# [THE TASK]
Go through the records and extract every line with the word "StoreContext".

[Data entries]
□ □ □ □
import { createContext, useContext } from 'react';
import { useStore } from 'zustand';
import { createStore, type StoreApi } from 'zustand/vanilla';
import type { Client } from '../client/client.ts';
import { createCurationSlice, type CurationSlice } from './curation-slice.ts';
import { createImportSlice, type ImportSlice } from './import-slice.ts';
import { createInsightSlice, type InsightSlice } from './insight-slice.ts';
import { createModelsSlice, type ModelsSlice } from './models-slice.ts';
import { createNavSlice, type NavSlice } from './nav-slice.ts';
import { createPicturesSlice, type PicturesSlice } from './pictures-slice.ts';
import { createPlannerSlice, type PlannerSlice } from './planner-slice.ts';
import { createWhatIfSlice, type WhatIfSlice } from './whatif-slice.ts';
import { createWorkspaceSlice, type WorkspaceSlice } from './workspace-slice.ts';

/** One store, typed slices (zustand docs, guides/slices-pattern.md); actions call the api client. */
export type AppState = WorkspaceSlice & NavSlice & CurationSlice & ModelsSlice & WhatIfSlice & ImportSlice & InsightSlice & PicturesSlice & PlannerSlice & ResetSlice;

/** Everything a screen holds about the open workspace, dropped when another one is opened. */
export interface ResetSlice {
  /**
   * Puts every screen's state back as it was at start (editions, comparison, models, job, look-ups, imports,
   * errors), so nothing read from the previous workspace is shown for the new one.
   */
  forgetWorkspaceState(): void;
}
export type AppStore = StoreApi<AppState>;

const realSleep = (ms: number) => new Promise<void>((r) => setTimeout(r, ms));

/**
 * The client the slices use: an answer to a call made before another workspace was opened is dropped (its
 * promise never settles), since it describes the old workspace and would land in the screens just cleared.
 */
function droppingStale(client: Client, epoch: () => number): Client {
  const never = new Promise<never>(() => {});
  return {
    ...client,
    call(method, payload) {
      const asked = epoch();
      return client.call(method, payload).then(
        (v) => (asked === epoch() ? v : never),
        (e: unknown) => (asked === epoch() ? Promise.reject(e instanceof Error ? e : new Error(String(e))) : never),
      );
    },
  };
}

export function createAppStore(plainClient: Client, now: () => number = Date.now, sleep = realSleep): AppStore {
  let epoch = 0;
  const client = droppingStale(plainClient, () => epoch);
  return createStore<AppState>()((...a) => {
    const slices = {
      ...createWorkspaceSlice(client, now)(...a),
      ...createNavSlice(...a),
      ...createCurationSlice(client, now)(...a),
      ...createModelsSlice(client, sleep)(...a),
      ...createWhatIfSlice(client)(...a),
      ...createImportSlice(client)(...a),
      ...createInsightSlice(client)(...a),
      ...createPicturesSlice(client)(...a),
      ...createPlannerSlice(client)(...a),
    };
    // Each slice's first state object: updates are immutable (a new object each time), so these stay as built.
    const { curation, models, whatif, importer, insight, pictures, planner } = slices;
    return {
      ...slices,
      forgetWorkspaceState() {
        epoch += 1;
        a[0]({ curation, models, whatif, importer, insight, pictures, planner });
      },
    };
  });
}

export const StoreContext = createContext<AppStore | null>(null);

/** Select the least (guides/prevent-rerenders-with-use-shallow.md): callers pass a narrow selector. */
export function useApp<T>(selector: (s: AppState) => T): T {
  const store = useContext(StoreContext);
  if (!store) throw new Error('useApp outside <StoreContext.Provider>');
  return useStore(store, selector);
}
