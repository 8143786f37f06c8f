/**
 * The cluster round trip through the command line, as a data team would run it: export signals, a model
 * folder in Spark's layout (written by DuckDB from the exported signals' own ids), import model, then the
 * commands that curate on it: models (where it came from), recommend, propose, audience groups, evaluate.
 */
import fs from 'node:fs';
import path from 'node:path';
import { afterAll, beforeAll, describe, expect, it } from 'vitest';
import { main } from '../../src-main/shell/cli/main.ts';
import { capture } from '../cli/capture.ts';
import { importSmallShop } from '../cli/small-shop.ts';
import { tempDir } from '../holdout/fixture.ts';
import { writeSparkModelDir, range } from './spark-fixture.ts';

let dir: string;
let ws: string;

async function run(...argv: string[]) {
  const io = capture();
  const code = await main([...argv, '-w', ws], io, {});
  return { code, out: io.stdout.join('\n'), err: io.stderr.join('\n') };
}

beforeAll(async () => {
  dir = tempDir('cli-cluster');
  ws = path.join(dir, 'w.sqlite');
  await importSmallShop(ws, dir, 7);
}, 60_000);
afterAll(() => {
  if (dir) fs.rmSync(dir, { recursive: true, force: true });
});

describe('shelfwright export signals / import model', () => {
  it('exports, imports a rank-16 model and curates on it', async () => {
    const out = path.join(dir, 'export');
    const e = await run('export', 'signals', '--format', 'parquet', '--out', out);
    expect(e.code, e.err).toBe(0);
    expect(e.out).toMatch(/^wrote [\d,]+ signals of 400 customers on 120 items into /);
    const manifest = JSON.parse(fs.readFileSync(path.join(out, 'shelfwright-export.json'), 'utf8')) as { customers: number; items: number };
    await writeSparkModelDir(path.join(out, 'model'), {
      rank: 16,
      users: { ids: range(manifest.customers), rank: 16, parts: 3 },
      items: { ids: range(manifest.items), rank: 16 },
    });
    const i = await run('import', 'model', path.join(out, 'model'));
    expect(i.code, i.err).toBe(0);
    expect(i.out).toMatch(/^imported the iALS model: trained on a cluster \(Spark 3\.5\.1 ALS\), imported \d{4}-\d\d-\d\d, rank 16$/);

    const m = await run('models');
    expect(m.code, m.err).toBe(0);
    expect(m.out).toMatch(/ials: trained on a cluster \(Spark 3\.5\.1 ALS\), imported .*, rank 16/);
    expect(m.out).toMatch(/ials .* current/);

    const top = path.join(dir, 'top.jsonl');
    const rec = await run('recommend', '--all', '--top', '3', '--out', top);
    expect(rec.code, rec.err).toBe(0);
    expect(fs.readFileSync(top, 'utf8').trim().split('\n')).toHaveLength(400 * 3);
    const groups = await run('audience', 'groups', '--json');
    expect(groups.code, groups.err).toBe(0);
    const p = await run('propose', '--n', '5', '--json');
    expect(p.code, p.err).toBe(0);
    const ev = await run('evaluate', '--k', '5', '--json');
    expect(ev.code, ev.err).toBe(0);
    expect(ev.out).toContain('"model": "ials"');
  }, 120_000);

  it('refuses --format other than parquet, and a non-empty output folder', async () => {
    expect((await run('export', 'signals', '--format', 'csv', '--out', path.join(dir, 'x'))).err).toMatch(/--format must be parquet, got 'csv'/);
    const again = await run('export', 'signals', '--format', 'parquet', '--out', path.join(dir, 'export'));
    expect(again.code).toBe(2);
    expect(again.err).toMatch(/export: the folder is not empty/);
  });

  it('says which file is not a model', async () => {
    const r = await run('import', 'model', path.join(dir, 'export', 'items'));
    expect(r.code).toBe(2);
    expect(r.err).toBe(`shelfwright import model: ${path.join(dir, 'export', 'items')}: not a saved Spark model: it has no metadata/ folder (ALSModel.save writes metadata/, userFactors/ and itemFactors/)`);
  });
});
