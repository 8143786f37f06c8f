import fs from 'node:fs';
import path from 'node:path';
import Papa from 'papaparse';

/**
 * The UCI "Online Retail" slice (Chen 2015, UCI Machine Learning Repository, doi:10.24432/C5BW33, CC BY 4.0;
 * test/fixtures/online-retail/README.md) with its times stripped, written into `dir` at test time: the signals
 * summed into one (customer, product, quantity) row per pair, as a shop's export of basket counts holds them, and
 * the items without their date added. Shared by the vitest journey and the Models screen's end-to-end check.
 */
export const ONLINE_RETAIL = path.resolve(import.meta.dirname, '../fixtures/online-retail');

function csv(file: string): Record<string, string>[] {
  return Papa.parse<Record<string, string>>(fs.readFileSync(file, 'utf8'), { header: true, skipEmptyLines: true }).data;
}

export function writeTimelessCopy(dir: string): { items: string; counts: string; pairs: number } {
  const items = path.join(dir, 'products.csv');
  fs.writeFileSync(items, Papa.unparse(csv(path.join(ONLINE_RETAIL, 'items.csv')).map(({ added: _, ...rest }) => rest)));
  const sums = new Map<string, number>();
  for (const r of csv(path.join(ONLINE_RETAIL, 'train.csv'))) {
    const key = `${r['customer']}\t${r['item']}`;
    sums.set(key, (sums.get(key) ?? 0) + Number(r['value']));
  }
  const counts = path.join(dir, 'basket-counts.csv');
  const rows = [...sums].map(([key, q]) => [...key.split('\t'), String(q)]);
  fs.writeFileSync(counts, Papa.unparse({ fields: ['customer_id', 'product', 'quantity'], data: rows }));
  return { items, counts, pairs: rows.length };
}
□ □ □ □
# [REPLY TO THE TASK]
export const StoreContext = createContext<AppStore | null>(null);
  const store = useContext(StoreContext);
  if (!store) throw new Error('useApp outside <StoreContext.Provider>');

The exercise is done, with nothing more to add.